There are some methodological shortcomings and data limitations of this study, which may be improved in the future. The human and climate factors are mainly responsible for NPP dynamics and trends. However, the HNPP (PNPP–ANPP) represents not only the anthropogenic activities, but also other factors, such as forest fires, vegetation species, and vegetation disease outbreaks. The influences of some factors may play a noticeable role in influencing NPP trends in some parts of China, and require quantitative analysis in the future, although temperature and precipitation are the dominant climate controlling factors (Figure 16) for vegetation productivity changes. Other factors may also be important for NPP variations. Some studies suggest that solar radiation also affects vegetation trends [25,59]. This should also be considered in the future, especially with grazing data, to account for the maximum possible impact factors. The applied assumptions in this study may lead to certain. However, this assessment, which considers all vegetation types in China for the base and restoration periods, may provide necessary guidelines for forest, grassland, and agricultural management activities.

5. Conclusions

This study was conducted to quantify the impact of the “Grain and Green Program” introduced in 1999 for the restoration of the green infrastructure of China. In response, we assessed the degree of NPP change and its consistency to investigate the future scenarios, the contributions of anthropogenic and climate factors to NPP variations, as well as the individual contributions of climate indicators and human influence. Our results show a strong improvement in NPP per unit area for all types of vegetation, including forestland, grassland, and croplands, after 1999. Based on the findings of this study, we conclude the following:

• Overall, the restoration period demonstrates increasing NPP trends for 78.7% and decreasing trends for 21.3% of the total vegetation cover, whereas the base period shows noticeable degradation in 91% and slight improvement in 9% of the total vegetation area.
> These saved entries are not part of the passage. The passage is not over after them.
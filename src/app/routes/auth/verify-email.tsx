import { useSearchParams } from 'react-router-dom';
import { AuthLayout } from '@/components/layouts/auth-layout';
import { VerifyEmailStatus } from '@/features/auth/components/verify-email-status';

export function VerifyEmailRoute() {
  const [params] = useSearchParams();
  return (
    <AuthLayout title="Verify e-mail">
      <VerifyEmailStatus token={params.get('token')} />
    </AuthLayout>
  );
}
• The consistently and significantly increasing NPP trends cover 29.64% of the total vegetation cover during the restoration period. Conversely, consistent and significant decreasing NPP trends are observed in 17.26% of the total vegetation cover during the restoration period.
• Both climatic factors and human activities contribute significantly to vegetation productivity changes. However, in this study, climate variations influence NPP changes in vegetation areas more than human activities.
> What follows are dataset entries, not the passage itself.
/**
 * Depth-first branch and bound: needs in `order`, and within a need its candidates cheapest first, taking
 * as many units as possible first. Returns a strictly better plan than the incumbent, or the incumbent.
 * With a base, costs count the sub-problem's items plus every seller's shipping (base shipments included).
 */
function branchAndBound(m: SearchModel, sb: StaticBounds, base: Base | null, incumbent: Incumbent, maxNodes: number) {
  const nNeeds = m.quantity.length;
  const nSellers = m.profiles.length;
  const pickup = 'pickup' in m.destination;
  const cands = m.candidates;
  const { order, fillable, contrib, potential, bps, minShipNew } = sb;
  const potentialNow = potential.slice();

  const minPrice = cands.map((cs) => (cs.length > 0 ? m.price[cs[0]] : 0));
  const sufShort = new Array<number>(nNeeds + 1).fill(0);
  const sufItems = new Array<number>(nNeeds + 1).fill(0);
  for (let p = nNeeds - 1; p >= 0; p--) {
    const i = order[p];
    sufShort[p] = sufShort[p + 1] + m.quantity[i] - fillable[i];
    sufItems[p] = sufItems[p + 1] + fillable[i] * minPrice[i];
  }

  let bestU = incumbent.unfilled;
  let bestCost = incumbent.cost;
  let bestAlloc = incumbent.alloc;

  const sub = base ? base.sub.slice() : new Array<number>(nSellers).fill(0);
  const units = base ? base.units.slice() : new Array<number>(nSellers).fill(0);
  const grams = base ? base.grams.slice() : new Array<number>(nSellers).fill(0);
  const lbCache = new Array<number>(nSellers).fill(0);
  const stockLeft = m.stock.slice();
  const choice = cands.map((cs) => new Array<number>(cs.length).fill(0));
  let lbSum = 0;
  let lbInf = 0;
  let items = 0;
  let unfilledSoFar = 0;
  let nodes = 0;
  let aborted = false;

  const refresh = (k: number): void => {
    const next = units[k] === 0 ? 0 : shippingLowerBound(bps[k], sub[k], units[k], grams[k], potentialNow[k], pickup);
    const prev = lbCache[k];
    if (prev === Infinity) lbInf--;
    else lbSum -= prev;
    if (next === Infinity) lbInf++;
    else lbSum += next;
    lbCache[k] = next;
  };
  for (let k = 0; k < nSellers; k++) if (units[k] > 0) refresh(k);

  // A need still to come must open at least one of its sellers, at that seller's least charge.
  const newSellerTerm = (from: number): number => {
    let maxOne = 0;
    for (let p = from; p < nNeeds; p++) {
      const i = order[p];
      if (fillable[i] === 0) continue;
      let min = Infinity;
      for (const l of cands[i]) {
        if (stockLeft[l] <= 0) continue;
        const k = m.seller[l];
        const c = units[k] > 0 ? 0 : minShipNew[k];
        if (c < min) min = c;
      }
      if (min !== Infinity && min > maxOne) maxOne = min;
    }
    return maxOne;
  };

  const prunes = (uLB: number, cLB: number): boolean => uLB > bestU || (uLB === bestU && cLB >= bestCost);

  const leaf = (): void => {
    let cost = items;
    for (let k = 0; k < nSellers; k++) {
      if (units[k] === 0) continue;
      cost += shipmentCostCents(m.profiles[k], { subtotalCents: sub[k], units: units[k], billableGrams: grams[k] }, m.destination);
    }
    if (!better(unfilledSoFar, cost, bestU, bestCost)) return;
    bestU = unfilledSoFar;
    bestCost = cost;
    bestAlloc = cands.map((cs, i) => {
      const a: Array<[number, number]> = [];
      cs.forEach((l, c) => {
        if (choice[i][c] > 0) a.push([l, choice[i][c]]);
      });
      return a;
    });
  };

  const visitNeed = (p: number): void => {
    if (++nodes > maxNodes) {
      aborted = true;
      return;
    }
    if (p === nNeeds) {
      leaf();
      return;
    }
    if (lbInf > 0) return;
    const uLB = unfilledSoFar + sufShort[p];
    const cLB = items + lbSum + sufItems[p] + newSellerTerm(p);
    if (prunes(uLB, cLB)) return;
    visitCandidate(p, 0, m.quantity[order[p]]);
  };

  const visitCandidate = (p: number, c: number, r: number): void => {
    if (++nodes > maxNodes) {
      aborted = true;
      return;
    }
    const i = order[p];
    const cs = cands[i];
    if (r === 0 || c === cs.length) {
      unfilledSoFar += r;
      visitNeed(p + 1);
      unfilledSoFar -= r;
      return;
    }
    const l = cs[c];
    const k = m.seller[l];
    const price = m.price[l];
    const g = m.unitGrams[l];
    potentialNow[k] -= contrib[i][c];
    refresh(k);
    for (let x = Math.min(r, stockLeft[l]); x >= 0 && !aborted; x--) {
      if (x > 0) {
        stockLeft[l] -= x;
        sub[k] += x * price;
        units[k] += x;
        grams[k] += x * g;
        items += x * price;
        refresh(k);
      }
      if (lbInf === 0) {
        // What the rest of this need can still take, and at what least price (candidates are by price).
        let remStock = 0;
        let nextPrice = 0;
        for (let c2 = c + 1; c2 < cs.length; c2++) {
          const st = stockLeft[cs[c2]];
          if (st > 0) {
            if (remStock === 0) nextPrice = m.price[cs[c2]];
            remStock += st;
          }
        }
        const rr = r - x;
        const uLB = unfilledSoFar + Math.max(0, rr - remStock) + sufShort[p + 1];
        const cLB = items + lbSum + Math.min(rr, remStock) * nextPrice + sufItems[p + 1];
        if (!prunes(uLB, cLB)) {
          choice[i][c] = x;
          visitCandidate(p, c + 1, rr);
          choice[i][c] = 0;
        }
      }
      if (x > 0) {
        stockLeft[l] += x;
        sub[k] -= x * price;
        units[k] -= x;
        grams[k] -= x * g;
        items -= x * price;
        refresh(k);
      }
    }
    potentialNow[k] += contrib[i][c];
    refresh(k);
  };

  if (maxNodes > 0) visitNeed(0);
  return { alloc: bestAlloc, unfilled: bestU, cost: bestCost, complete: maxNodes > 0 && !aborted, nodes: Math.min(nodes, maxNodes) };
}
• The quantitative contribution of climate to NPP restoration is found to be 0.21 and 0.56 gC m⁻² yr⁻¹ during the base and restoration periods, respectively, whereas the quantitative contribution of climate to NPP degradation is found to be 2.41 and 0.29 gC m⁻² yr⁻¹ during the base and restoration periods, respectively.
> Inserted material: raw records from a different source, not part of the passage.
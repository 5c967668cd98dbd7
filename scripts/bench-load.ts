// `npm run bench:load`: the app under load on this machine. Provisions its own database (drabyard_load on the
// private bench cluster) with the demo data, starts the app as `npm start` runs it (production, one HTTP process
// per core) with the mail and Stripe stand-ins, and then:
//   1. a per-endpoint sample, sequential (what each costs alone);
//   2. a warm-up of the paced mix, not measured (BENCH_WARMUP_SECONDS, 15);
//   3. the target run: 200 autocannon connections of mixed browsing, search and part pages for 60 s
//      (BENCH_SECONDS) offering 560 req/s in all (BENCH_RATE), spread evenly over time, while 20 buyers check out
//      over and over (BENCH_CHECKOUT_BUYERS); throughput, p50/p95/p99 and errors against the targets;
//   4. a saturation run for the record (BENCH_SATURATION_SECONDS, 20): every connection asks again as soon as it
//      is answered, which finds the ceiling (latency there is queueing: Little's law);
//   5. a race of 200 buyers for a listing of 5 units.
// BENCH_APP_NODE_ARGS="--cpu-prof --cpu-prof-dir=DIR" profiles the app; BENCH_TIMELINE=1 prints latency per 2 s.
// Everything stays on loopback; every loop is bounded in time. All data is the fictional demo seed.
import { spawn, type ChildProcess } from 'node:child_process';
import { randomUUID } from 'node:crypto';
import { existsSync } from 'node:fs';
import { Agent, request as httpRequest } from 'node:http';
import { createRequire } from 'node:module';
import { createServer } from 'node:net';
import os from 'node:os';
import path from 'node:path';
import { fileURLToPath } from 'node:url';
import pg from 'pg';
import { startMailFake } from '../docker-free-fakes/mail/mail-fake';
import { startStripeFake } from '../docker-free-fakes/stripe/app';
import { runMigrations } from '../server/db/migrate';
import { ensureCluster, ensureDatabase } from './postgres';

const root = path.resolve(path.dirname(fileURLToPath(import.meta.url)), '..');
const say = (m: string) => console.log(`[bench:load] ${m}`);

const SECONDS = Number(process.env.BENCH_SECONDS ?? 60);
const CONNECTIONS = Number(process.env.BENCH_CONNECTIONS ?? 200);
/** Buyers checking out alongside the load (BENCH_CHECKOUT_BUYERS, to see what they cost). */
const CHECKOUT_BUYERS = Number(process.env.BENCH_CHECKOUT_BUYERS ?? 20);
const RACE_BUYERS = 200;
const RACE_UNITS = 5;
const TARGET = { rps: 500, p95Ms: 100, errors: 0 };
/** Requests per second the cannon offers in the target run (BENCH_RATE): a margin above TARGET.rps. */
const RATE = Number(process.env.BENCH_RATE ?? 560);
/** Length of the closed-loop run that finds the ceiling (0 skips it). */
/** autocannon instances a paced run is spread over (see runLoad). */
const STAGGER = 20;
/** Untimed warm-up before the measured runs (BENCH_WARMUP_SECONDS). */
const WARMUP_SECONDS = Number(process.env.BENCH_WARMUP_SECONDS ?? 15);
const SATURATION_SECONDS = Number(process.env.BENCH_SATURATION_SECONDS ?? 20);

// autocannon ships no type declarations: the part we use, typed here.
interface CannonRequest {
  method?: string;
  path?: string;
  headers?: Record<string, string>;
  setupRequest?: (req: CannonRequest, context: Record<string, unknown>) => CannonRequest;
  onResponse?: (status: number, body: string, context: Record<string, unknown>) => void;
}
interface CannonResult {
  requests: { average: number; total: number };
  throughput: { average: number };
  errors: number;
  timeouts: number;
  non2xx: number;
  duration: number;
  statusCodeStats?: Record<string, { count: number }>;
}
interface CannonInstance {
  on(event: 'response', fn: (client: unknown, status: number, bytes: number, ms: number) => void): void;
  on(event: 'done', fn: (r: CannonResult) => void): void;
  stop(): void;
}
type Cannon = (opts: Record<string, unknown>, cb: (err: Error | null, r: CannonResult) => void) => CannonInstance;
const autocannon = createRequire(import.meta.url)('autocannon') as Cannon;

// ---------------------------------------------------------------------------------------------------------
// small HTTP client (keep-alive, cookies by hand)
// ---------------------------------------------------------------------------------------------------------
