/*
 * Platform fees and the split of one multi-seller checkout. Integer cents throughout; every split adds up
 * exactly: sum(seller shares) + sum(platform fees) === amount charged.
 */

/**
 * Platform fee schedule in basis points (1 bps = 0.01 %), by listing category. Drabyard's own invented
 * schedule, not a published one; pass a different table to change it.
 */
export interface FeeTable {
  defaultBps: number;
  byCategory: Readonly<Record<string, number>>;
}

export const DEFAULT_FEE_TABLE: FeeTable = {
  defaultBps: 800,
  byCategory: {
    small_hardware: 1000,
    heavy_bulky: 600,
  },
};

export interface CheckoutLine {
  category: string;
  amountCents: number;
}

export interface CheckoutSeller {
  sellerId: string;
  lines: readonly CheckoutLine[];
  shippingCents: number;
}

export interface SplitLine extends CheckoutLine {
  feeBps: number;
  feeCents: number;
}

export interface SellerSplit {
  sellerId: string;
  itemsCents: number;
  shippingCents: number;
  feeCents: number;
  /** What the seller is paid: items + shipping - fee. */
  shareCents: number;
  lines: SplitLine[];
}

export interface CheckoutSplit {
  sellers: SellerSplit[];
  totals: {
    itemsCents: number;
    shippingCents: number;
    /** Amount charged to the buyer: items + shipping of every seller. */
    chargeCents: number;
    feeCents: number;
    shareCents: number;
  };
}

function fail(message: string): never {
  throw new RangeError(message);
}

function checkCents(value: number, name: string): void {
  if (!Number.isSafeInteger(value) || value < 0) fail(`${name} must be a non-negative integer of cents, got ${value}`);
}

function checkBps(value: number, name: string): void {
  if (!Number.isInteger(value) || value < 0 || value > 10_000) fail(`${name} must be an integer 0..10000 bps, got ${value}`);
}

function checkFeeTable(table: FeeTable): void {
  checkBps(table.defaultBps, 'feeTable.defaultBps');
  for (const [category, bps] of Object.entries(table.byCategory)) checkBps(bps, `feeTable.byCategory.${category}`);
}

export function feeBpsFor(category: string, table: FeeTable = DEFAULT_FEE_TABLE): number {
  return Object.hasOwn(table.byCategory, category) ? table.byCategory[category] : table.defaultBps;
}

/** Round half up of numerator / denominator for non-negative values. */
function roundHalfUp(numerator: bigint, denominator: bigint): bigint {
  return (2n * numerator + denominator) / (2n * denominator);
}

/**
 * Largest-remainder apportionment: shares are numerators[i] / denominator, floored, and the `total - sum of
 * floors` leftover cents go one each to the largest remainders; ties go to the earlier index so the result
 * is deterministic. The caller guarantees total - sum(floors) lies in [0, count of non-zero remainders].
 */
function largestRemainder(numerators: readonly bigint[], denominator: bigint, total: bigint): number[] {
  const floors = numerators.map((n) => n / denominator);
  const remainders = numerators.map((n) => n % denominator);
  let leftover = total - floors.reduce((a, b) => a + b, 0n);
  const order = numerators
    .map((_, i) => i)
    .sort((a, b) => (remainders[b] > remainders[a] ? 1 : remainders[b] < remainders[a] ? -1 : a - b));
  for (const i of order) {
    if (leftover <= 0n) break;
    floors[i] += 1n;
    leftover -= 1n;
  }
  if (leftover !== 0n) fail('internal: largest-remainder leftover out of range');
  return floors.map(Number);
}

/**
 * Splits totalCents in proportion to the weights (e.g. line amounts, for a partial refund), in whole cents,
 * adding up to totalCents exactly. Leftover cents go to the largest remainders, ties to the earlier entry.
 */
export function allocateProportionally(totalCents: number, weights: readonly number[]): number[] {
  checkCents(totalCents, 'totalCents');
  weights.forEach((w, i) => {
    if (!Number.isSafeInteger(w) || w < 0) fail(`weights[${i}] must be a non-negative integer, got ${w}`);
  });
  const sum = weights.reduce((a, b) => a + BigInt(b), 0n);
  if (sum === 0n) {
    if (totalCents === 0) return weights.map(() => 0);
    fail('cannot allocate a non-zero total over weights that are all zero');
  }
  const total = BigInt(totalCents);
  return largestRemainder(
    weights.map((w) => total * BigInt(w)),
    sum,
    total,
  );
}

/**
 * Platform fee of one seller's lines: the exact fee (sum of amount x bps / 10000) is rounded half up once,
 * on the seller's total, then handed out to the lines by largest remainder so the lines add up exactly.
 * Fees are charged on items only, never on shipping: shipping passes through to the seller, who pays the
 * carrier (our rule).
 */
export function feeForLines(lines: readonly CheckoutLine[], table: FeeTable = DEFAULT_FEE_TABLE): SplitLine[] {
  checkFeeTable(table);
  lines.forEach((l, i) => {
    if (typeof l.category !== 'string' || l.category === '') fail(`lines[${i}].category must be a non-empty string`);
    checkCents(l.amountCents, `lines[${i}].amountCents`);
  });
  const bps = lines.map((l) => feeBpsFor(l.category, table));
  const exact = lines.map((l, i) => BigInt(l.amountCents) * BigInt(bps[i]));
  const total = roundHalfUp(
    exact.reduce((a, b) => a + b, 0n),
    10_000n,
  );
  const perLine = largestRemainder(exact, 10_000n, total);
  return lines.map((l, i) => ({ category: l.category, amountCents: l.amountCents, feeBps: bps[i], feeCents: perLine[i] }));
}

/** Splits one checkout across its sellers: what each is paid, what the platform keeps, and totals. */
export function splitCheckout(sellers: readonly CheckoutSeller[], feeTable: FeeTable = DEFAULT_FEE_TABLE): CheckoutSplit {
  checkFeeTable(feeTable);
  const seen = new Set<string>();
  const out: SellerSplit[] = sellers.map((s, i) => {
    if (typeof s.sellerId !== 'string' || s.sellerId === '') fail(`sellers[${i}].sellerId must be a non-empty string`);
    if (seen.has(s.sellerId)) fail(`seller ${s.sellerId} appears twice; merge its lines first`);
    seen.add(s.sellerId);
    checkCents(s.shippingCents, `sellers[${i}].shippingCents`);
    const lines = feeForLines(s.lines, feeTable);
    const itemsCents = lines.reduce((a, l) => a + l.amountCents, 0);
    const feeCents = lines.reduce((a, l) => a + l.feeCents, 0);
    return {
      sellerId: s.sellerId,
      itemsCents,
      shippingCents: s.shippingCents,
      feeCents,
      shareCents: itemsCents + s.shippingCents - feeCents,
      lines,
    };
  });
  const sum = (pick: (s: SellerSplit) => number) => out.reduce((a, s) => a + pick(s), 0);
  const totals = {
    itemsCents: sum((s) => s.itemsCents),
    shippingCents: sum((s) => s.shippingCents),
    chargeCents: sum((s) => s.itemsCents + s.shippingCents),
    feeCents: sum((s) => s.feeCents),
    shareCents: sum((s) => s.shareCents),
  };
  if (!Number.isSafeInteger(totals.chargeCents)) fail('checkout total exceeds safe integers');
  if (totals.shareCents + totals.feeCents !== totals.chargeCents) fail('internal: split does not add up');
  return { sellers: out, totals };
}

/**
 * Estimated card processing cost of one charge: 2.9 % + 30 cents, +1.5 % for international cards, rounded
 * half up to the cent. Informational only (seller statements); the processor's own figure is what counts.
 * source: Card payments — Stripe's published pricing, via REFERENCES.md.
 */
export function cardProcessingEstimate(amountCents: number, options: { international?: boolean } = {}): number {
  checkCents(amountCents, 'amountCents');
  if (amountCents === 0) return 0; // no charge, nothing to process
  const bps = 290n + (options.international ? 150n : 0n);
  return Number(roundHalfUp(BigInt(amountCents) * bps, 10_000n)) + 30;
}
• The quantitative contribution of human activities to NPP restoration is found to be 0.36 and 0.63 gC m⁻² yr⁻¹ during the base and restoration periods, respectively, while the quantitative contribution of human activities to NPP degradation is calculated to be 0.72 and 0.31 gC m⁻² yr⁻¹ during the base and restoration periods, respectively.
• The combined effects of climate and human activities help to restore the maximum quantity of NPP (0.65 gC m⁻² yr⁻¹) during the base period and during the restoration period (1.11 gC m⁻² yr⁻¹).
• Precipitation seems to be a dominant factor in controlling NPP changes, whereas human footprint pressure has a positive impact on NPP changes for the restoration period and a negative impact on NPP changes for the base period.

Furthermore, grassland shows more variability during both base and restoration periods than cropland and forestland. The major grassland changes are observed in the areas of Qinghai–Tibet Plateau, Xinjiang, and Inner Mongolia. Some deforestation is observed in north-eastern and south-eastern parts of China during the restoration period. Our results may provide necessary guidelines and facilitate policy-makers in the management forest, grassland, and agricultural activities.